====== STORED DATA

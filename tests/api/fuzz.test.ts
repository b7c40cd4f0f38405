import fc from 'fast-check';

import type { Route } from '../../server/http/route';
import { ROUTE_TABLE } from '../../server/http/route-table';
import { problemSchema } from '../../shared/contracts/problem';
import { ApiServer } from '../support/api-server';
import { sampleScenario } from '../support/sample-scenario';

const RUNS = 500;

let server: ApiServer;
let designer: string;
beforeAll(async () => {
  server = await ApiServer.start();
  designer = await server.signIn(server.people.designer);
});
afterAll(() => server.stop());

const nasty = fc.oneof(
  fc.constantFrom(0, -0, 1, -1, 5e-324, 1e12, 1e-12, 1e308, -1e308, null, true, '', ' ', '-', '1e999', '٣', 'NaN', '∞', '470u', '4k7', '\u202e', '__proto__', [], {}, [[]]),
  fc.string({ unit: 'grapheme', maxLength: 80 }),
  fc.jsonValue({ maxDepth: 3 }) as fc.Arbitrary<unknown>,
);

const pathsOf = (value: unknown, above: string[] = []): string[][] =>
  typeof value === 'object' && value !== null ? [above, ...Object.entries(value).flatMap(([key, inner]) => pathsOf(inner, [...above, key]))] : [above];

const replaced = (value: unknown, path: readonly string[], by: unknown): unknown => {
  const [key, ...rest] = path;
  if (key === undefined) return by;
  const copy = (Array.isArray(value) ? [...value] : { ...(value as object) }) as Record<string, unknown>;
  copy[key] = replaced(copy[key], rest, by);
  return copy;
};

/** A right scenario with one thing in it gone wrong, or something else altogether. */
const scenarios = fc.oneof(
  { weight: 4, arbitrary: fc.tuple(fc.constantFrom(...pathsOf(sampleScenario())), nasty).map(([path, value]) => replaced(sampleScenario(), path, value)) },
  { weight: 1, arbitrary: nasty },
);
const ids = fc.oneof(fc.uuid(), fc.constantFrom('..', '%00', '%zz', "'", 'null', '0', 'ABCDEF', '🔌'), fc.string({ maxLength: 40 }).map(encodeURIComponent));
const queries = fc.record({ after: fc.base64String({ maxLength: 60 }), search: fc.string({ unit: 'binary', maxLength: 130 }), limit: fc.oneof(fc.integer(), nasty), kind: fc.string({ maxLength: 12 }), other: nasty }, { requiredKeys: [] });

const bodyFor = (route: Route): fc.Arbitrary<unknown> => {
  if (route.name === 'createScenario' || route.name === 'saveScenario')
    return fc.record({ id: fc.oneof(fc.uuid(), nasty), version: fc.oneof(fc.integer(), nasty), scenario: scenarios }, { requiredKeys: ['scenario'] });
  // A right scenario would be computed; the engine has its own trials.
  if (route.name === 'simulate') return fc.record({ scenario: nasty });
  if (route.name === 'signIn') return fc.record({ email: fc.oneof(fc.emailAddress(), nasty), password: nasty });
  return fc.oneof(nasty, fc.dictionary(fc.constantFrom('name', 'days', 'other'), nasty));
};

const written = (value: unknown): string => (typeof value === 'string' ? value : JSON.stringify(value) ?? '').toWellFormed();
const searchOf = (query: Record<string, unknown>) => new URLSearchParams(Object.entries(query).map(([key, value]): [string, string] => [key, written(value)])).toString();

test.each(ROUTE_TABLE.filter(({ name }) => name !== 'signOut').map((route) => [route.name, route] as const))(
  '%s answers whatever is thrown at it, and never with a fault of its own',
  async (_name, route) => {
    // Counting failures and hashing passwords is slow on purpose.
    const numRuns = route.name === 'signIn' ? 60 : RUNS;
    const inputs = fc.record({ id: ids, query: queries, body: bodyFor(route) });
    await fc.assert(
      fc.asyncProperty(inputs, async ({ id, query, body }) => {
        const address = `${route.path.replace(':id', id)}${route.query ? `?${searchOf(query)}` : ''}`;
        const request = server.send(route.method, address, designer);
        const answer = route.body ? await request.set('Content-Type', 'application/json').send(JSON.stringify(body) ?? '') : await request;
        expect(answer.status).toBeLessThan(500);
        if (answer.status >= 400) expect(problemSchema.parse(answer.body).status).toBe(answer.status);
        else expect(answer.status).toBe(route.answer.status);
      }),
      { numRuns },
    );
  },
  120_000,
);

============

> TASK PROMPT: All entries should be restated word for word.

> ANSWER SPACE:
filename tests/api/fuzz.test.ts
repository b7c40cd4f0f38405
import fc from 'fast-check';

import type { Route } from '../../server/http/route';
import { ROUTE_TABLE } from '../../server/http/route-table';
import { problemSchema } from '../../shared/contracts/problem';
import { ApiServer } from '../support/api-server';
import { sampleScenario } from '../support/sample-scenario';

const RUNS = 500;

let server: ApiServer;
let designer: string;
beforeAll(async () => {
  server = await ApiServer.start();
  designer = await server.signIn(server.people.designer);
});
afterAll(() => server.stop());

const nasty = fc.oneof(
  fc.constantFrom(0, -0, 1, -1, 5e-324, 1e12, 1e-12, 1e308, -1e308, null, true, '', ' ', '-', '1e999', '٣', 'NaN', '∞', '470u', '4k7', '\u202e', '__proto__', [], {}, [[]]),
  fc.string({ unit: 'grapheme', maxLength: 80 }),
  fc.jsonValue({ maxDepth: 3 }) as fc.Arbitrary<unknown>,
);

const pathsOf = (value: unknown, above: string[] = []): string[][] =>
  typeof value === 'object' && value !== null ? [above, ...Object.entries(value).flatMap(([key, inner]) => pathsOf(inner, [...above, key]))] : [above];

const replaced = (value: unknown, path: readonly string[], by: unknown): unknown => {
  const [key, ...rest] = path;
  if (key === undefined) return by;
  const copy = (Array.isArray(value) ? [...value] : { ...(value as object) }) as Record<string, unknown>;
  copy[key] = replaced(copy[key], rest, by);
  return copy;
};

/** A right scenario with one thing in it gone wrong, or something else altogether. */
const scenarios = fc.oneof(
  { weight: 4, arbitrary: fc.tuple(fc.constantFrom(...pathsOf(sampleScenario())), nasty).map(([path, value]) => replaced(sampleScenario(), path, value)) },
  { weight: 1, arbitrary: nasty },
);
const ids = fc.oneof(fc.uuid(), fc.constantFrom('..', '%00', '%zz', "'", 'null', '0', 'ABCDEF', '🔌'), fc.string({ maxLength: 40 }).map(encodeURIComponent));
const queries = fc.record({ after: fc.base64String({ maxLength: 60 }), search: fc.string({ unit: 'binary', maxLength: 130 }), limit: fc.oneof(fc.integer(), nasty), kind: fc.string({ maxLength: 12 }), other: nasty }, { requiredKeys: [] });

const bodyFor = (route: Route): fc.Arbitrary<unknown> => {
  if (route.name === 'createScenario' || route.name === 'saveScenario')
    return fc.record({ id: fc.oneof(fc.uuid(), nasty), version: fc.oneof(fc.integer(), nasty), scenario: scenarios }, { requiredKeys: ['scenario'] });
  // A right scenario would be computed; the engine has its own trials.
  if (route.name === 'simulate') return fc.record({ scenario: nasty });
  if (route.name === 'signIn') return fc.record({ email: fc.oneof(fc.emailAddress(), nasty), password: nasty });
  return fc.oneof(nasty, fc.dictionary(fc.constantFrom('name', 'days', 'other'), nasty));
};

const written = (value: unknown): string => (typeof value === 'string' ? value : JSON.stringify(value) ?? '').toWellFormed();
const searchOf = (query: Record<string, unknown>) => new URLSearchParams(Object.entries(query).map(([key, value]): [string, string] => [key, written(value)])).toString();

test.each(ROUTE_TABLE.filter(({ name }) => name !== 'signOut').map((route) => [route.name, route] as const))(
  '%s answers whatever is thrown at it, and never with a fault of its own',
  async (_name, route) => {
    // Counting failures and hashing passwords is slow on purpose.
    const numRuns = route.name === 'signIn' ? 60 : RUNS;
    const inputs = fc.record({ id: ids, query: queries, body: bodyFor(route) });
    await fc.assert(
      fc.asyncProperty(inputs, async ({ id, query, body }) => {
        const address = `${route.path.replace(':id', id)}${route.query ? `?${searchOf(query)}` : ''}`;
        const request = server.send(route.method, address, designer);
        const answer = route.body ? await request.set('Content-Type', 'application/json').send(JSON.stringify(body) ?? '') : await request;
        expect(answer.status).toBeLessThan(500);
        if (answer.status >= 400) expect(problemSchema.parse(answer.body).status).toBe(answer.status);
        else expect(answer.status).toBe(route.answer.status);
      }),
      { numRuns },
    );
  },
  120_000,
);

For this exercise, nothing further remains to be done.